**TASK REQUIREMENTS**
One number is the expected answer: the count of lines in the material below containing the word "useRef".
..........
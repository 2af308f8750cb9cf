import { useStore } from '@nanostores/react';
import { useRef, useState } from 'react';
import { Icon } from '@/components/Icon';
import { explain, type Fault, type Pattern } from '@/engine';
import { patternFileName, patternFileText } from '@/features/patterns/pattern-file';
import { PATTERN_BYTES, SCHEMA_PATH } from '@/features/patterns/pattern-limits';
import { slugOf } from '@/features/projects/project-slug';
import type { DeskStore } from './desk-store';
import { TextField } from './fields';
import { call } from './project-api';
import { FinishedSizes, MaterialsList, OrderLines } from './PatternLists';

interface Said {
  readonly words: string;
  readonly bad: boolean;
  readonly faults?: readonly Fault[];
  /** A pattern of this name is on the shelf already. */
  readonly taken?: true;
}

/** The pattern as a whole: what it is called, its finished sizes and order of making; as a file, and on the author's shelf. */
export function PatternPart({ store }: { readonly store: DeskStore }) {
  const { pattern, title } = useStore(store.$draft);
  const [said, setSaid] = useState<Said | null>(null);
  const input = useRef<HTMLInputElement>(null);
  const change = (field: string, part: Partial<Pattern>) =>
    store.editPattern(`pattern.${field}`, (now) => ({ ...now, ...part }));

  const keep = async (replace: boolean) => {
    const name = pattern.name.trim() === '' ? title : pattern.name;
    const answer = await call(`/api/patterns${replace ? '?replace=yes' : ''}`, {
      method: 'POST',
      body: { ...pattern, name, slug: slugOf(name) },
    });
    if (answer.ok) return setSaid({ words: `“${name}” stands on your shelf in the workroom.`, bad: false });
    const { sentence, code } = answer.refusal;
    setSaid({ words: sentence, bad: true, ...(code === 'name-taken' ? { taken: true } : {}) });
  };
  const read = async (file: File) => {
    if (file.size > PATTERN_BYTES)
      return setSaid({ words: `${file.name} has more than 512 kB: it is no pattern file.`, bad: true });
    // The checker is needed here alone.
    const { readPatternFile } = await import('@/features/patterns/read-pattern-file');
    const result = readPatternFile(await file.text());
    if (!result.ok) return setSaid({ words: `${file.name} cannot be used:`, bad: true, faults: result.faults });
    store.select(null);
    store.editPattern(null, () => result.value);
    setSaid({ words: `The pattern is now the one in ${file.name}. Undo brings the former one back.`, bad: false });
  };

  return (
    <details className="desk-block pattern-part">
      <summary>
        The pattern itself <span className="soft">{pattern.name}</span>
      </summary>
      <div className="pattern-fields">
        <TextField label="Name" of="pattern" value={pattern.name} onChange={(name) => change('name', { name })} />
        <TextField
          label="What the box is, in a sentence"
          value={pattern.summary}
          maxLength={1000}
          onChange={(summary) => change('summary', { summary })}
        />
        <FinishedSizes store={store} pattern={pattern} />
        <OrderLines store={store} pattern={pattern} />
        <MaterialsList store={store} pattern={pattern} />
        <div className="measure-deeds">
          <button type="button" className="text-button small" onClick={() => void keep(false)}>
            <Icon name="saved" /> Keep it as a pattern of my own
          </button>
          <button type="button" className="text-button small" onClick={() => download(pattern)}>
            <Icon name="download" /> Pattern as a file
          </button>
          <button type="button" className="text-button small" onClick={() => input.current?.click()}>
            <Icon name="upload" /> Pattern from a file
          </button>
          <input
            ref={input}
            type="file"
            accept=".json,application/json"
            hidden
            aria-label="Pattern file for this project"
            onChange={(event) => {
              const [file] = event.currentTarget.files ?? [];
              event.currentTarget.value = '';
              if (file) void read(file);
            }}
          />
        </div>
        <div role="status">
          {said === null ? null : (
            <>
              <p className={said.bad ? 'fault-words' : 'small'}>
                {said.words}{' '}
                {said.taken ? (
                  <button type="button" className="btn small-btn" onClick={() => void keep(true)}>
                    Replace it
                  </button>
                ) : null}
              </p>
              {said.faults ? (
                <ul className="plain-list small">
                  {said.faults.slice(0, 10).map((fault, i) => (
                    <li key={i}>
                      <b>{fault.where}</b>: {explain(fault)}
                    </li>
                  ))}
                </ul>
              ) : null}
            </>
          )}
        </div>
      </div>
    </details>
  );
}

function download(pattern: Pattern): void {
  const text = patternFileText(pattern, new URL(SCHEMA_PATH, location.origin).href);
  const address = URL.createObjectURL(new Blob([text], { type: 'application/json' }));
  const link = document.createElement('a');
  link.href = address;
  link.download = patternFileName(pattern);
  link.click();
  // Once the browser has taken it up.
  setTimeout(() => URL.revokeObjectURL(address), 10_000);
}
..........
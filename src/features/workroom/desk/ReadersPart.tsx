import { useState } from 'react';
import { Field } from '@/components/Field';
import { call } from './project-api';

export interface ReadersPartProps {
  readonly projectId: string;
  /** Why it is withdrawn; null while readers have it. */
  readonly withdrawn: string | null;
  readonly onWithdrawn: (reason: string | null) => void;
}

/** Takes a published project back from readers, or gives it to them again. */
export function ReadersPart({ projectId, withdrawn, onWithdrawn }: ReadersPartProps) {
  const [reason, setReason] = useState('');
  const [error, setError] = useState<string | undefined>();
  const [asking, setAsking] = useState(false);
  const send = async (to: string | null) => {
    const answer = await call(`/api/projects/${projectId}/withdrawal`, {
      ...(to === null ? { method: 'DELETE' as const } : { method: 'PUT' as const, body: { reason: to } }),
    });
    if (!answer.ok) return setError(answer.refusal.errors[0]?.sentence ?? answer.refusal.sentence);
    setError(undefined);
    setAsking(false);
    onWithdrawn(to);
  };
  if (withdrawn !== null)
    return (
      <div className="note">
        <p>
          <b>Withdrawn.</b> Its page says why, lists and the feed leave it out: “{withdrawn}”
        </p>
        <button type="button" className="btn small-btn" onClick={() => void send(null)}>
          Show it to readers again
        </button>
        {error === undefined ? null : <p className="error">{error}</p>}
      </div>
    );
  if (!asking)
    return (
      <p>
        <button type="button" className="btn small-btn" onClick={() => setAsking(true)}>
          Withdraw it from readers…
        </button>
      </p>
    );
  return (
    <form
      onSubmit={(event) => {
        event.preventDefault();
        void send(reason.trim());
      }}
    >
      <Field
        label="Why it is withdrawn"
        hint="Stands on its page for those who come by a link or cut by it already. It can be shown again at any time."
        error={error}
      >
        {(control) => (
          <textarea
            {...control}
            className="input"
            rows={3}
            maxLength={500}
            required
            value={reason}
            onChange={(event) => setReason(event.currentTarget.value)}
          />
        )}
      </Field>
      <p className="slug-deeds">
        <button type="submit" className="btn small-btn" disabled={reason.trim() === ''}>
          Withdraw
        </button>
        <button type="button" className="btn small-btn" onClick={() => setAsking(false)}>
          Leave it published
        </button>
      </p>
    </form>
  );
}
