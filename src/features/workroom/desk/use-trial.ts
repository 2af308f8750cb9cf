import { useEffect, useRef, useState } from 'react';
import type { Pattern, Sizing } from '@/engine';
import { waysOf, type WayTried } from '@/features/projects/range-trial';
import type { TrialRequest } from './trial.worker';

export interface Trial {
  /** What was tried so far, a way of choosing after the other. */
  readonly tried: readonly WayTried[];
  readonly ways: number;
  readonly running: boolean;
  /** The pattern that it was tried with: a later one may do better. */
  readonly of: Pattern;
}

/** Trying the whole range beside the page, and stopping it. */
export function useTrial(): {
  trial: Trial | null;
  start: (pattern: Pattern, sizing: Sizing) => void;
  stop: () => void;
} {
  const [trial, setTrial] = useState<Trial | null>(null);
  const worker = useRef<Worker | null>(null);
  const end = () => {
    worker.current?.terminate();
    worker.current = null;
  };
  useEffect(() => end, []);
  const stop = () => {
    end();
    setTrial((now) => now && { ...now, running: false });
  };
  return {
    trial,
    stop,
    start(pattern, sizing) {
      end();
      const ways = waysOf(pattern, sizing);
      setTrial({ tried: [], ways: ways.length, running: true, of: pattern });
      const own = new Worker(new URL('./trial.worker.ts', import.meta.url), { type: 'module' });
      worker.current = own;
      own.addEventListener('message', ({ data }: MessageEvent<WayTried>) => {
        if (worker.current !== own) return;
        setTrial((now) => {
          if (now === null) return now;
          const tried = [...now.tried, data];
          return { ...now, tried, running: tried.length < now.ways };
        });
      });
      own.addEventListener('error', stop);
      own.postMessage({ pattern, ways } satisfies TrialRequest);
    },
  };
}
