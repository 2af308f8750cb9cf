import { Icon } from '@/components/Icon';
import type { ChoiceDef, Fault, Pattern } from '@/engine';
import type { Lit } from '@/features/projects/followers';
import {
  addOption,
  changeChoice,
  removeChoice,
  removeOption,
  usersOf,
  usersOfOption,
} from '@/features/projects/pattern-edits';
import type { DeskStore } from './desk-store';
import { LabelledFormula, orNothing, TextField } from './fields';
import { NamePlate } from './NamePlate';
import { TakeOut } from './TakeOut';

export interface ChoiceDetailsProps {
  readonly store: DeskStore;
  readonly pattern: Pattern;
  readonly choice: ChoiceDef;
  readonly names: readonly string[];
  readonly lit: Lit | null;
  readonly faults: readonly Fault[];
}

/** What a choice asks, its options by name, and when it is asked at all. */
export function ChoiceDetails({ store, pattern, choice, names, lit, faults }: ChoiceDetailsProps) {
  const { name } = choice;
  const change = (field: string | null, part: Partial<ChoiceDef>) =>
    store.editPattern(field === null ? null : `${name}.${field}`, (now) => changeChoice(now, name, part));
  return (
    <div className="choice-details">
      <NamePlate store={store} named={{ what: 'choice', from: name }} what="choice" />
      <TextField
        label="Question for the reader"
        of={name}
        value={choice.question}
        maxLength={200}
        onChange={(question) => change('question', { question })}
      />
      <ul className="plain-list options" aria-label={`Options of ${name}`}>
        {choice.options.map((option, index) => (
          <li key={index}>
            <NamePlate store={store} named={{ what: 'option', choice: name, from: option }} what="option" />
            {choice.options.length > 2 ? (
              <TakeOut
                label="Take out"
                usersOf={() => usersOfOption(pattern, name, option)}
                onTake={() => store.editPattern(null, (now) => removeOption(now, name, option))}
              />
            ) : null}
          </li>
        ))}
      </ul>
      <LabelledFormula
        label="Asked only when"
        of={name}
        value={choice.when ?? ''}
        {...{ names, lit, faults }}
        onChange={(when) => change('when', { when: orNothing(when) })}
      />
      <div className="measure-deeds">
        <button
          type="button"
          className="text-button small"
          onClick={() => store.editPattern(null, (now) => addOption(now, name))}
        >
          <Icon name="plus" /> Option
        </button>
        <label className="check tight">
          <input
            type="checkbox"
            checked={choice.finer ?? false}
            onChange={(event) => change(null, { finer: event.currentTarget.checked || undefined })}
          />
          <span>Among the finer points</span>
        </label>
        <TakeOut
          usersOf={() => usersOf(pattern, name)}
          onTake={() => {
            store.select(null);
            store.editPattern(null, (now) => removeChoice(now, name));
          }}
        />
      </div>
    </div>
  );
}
..........
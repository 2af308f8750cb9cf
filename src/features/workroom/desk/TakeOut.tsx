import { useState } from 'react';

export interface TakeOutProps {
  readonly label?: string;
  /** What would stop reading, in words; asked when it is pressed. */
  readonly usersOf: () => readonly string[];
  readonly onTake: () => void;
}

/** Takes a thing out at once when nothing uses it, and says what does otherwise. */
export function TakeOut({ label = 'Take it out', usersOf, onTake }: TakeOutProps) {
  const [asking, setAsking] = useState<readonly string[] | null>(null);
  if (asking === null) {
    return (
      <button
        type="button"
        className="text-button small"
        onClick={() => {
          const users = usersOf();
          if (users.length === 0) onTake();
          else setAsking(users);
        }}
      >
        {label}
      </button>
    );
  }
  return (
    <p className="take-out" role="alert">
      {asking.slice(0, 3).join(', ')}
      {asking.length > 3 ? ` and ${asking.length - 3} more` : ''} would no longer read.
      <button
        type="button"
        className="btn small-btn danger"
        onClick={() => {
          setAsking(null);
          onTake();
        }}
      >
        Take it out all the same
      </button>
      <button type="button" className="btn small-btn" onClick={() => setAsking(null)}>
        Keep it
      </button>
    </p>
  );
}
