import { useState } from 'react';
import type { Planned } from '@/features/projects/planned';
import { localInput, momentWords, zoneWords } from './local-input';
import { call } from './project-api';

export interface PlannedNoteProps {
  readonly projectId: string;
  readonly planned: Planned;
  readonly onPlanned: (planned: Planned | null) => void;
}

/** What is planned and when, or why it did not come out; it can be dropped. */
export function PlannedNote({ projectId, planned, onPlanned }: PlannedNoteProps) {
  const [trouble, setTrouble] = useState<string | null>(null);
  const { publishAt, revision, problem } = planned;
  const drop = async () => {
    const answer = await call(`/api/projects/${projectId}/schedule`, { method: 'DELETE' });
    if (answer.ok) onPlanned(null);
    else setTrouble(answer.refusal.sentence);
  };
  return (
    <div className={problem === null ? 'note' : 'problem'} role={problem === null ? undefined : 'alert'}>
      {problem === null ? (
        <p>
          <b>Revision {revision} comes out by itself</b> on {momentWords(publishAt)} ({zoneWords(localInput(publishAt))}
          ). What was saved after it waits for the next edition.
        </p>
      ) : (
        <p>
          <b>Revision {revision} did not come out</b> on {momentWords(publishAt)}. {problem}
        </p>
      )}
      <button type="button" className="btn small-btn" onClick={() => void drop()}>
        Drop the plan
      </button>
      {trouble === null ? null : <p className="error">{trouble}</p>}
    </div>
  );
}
..........
**ANSWER SPACE**
4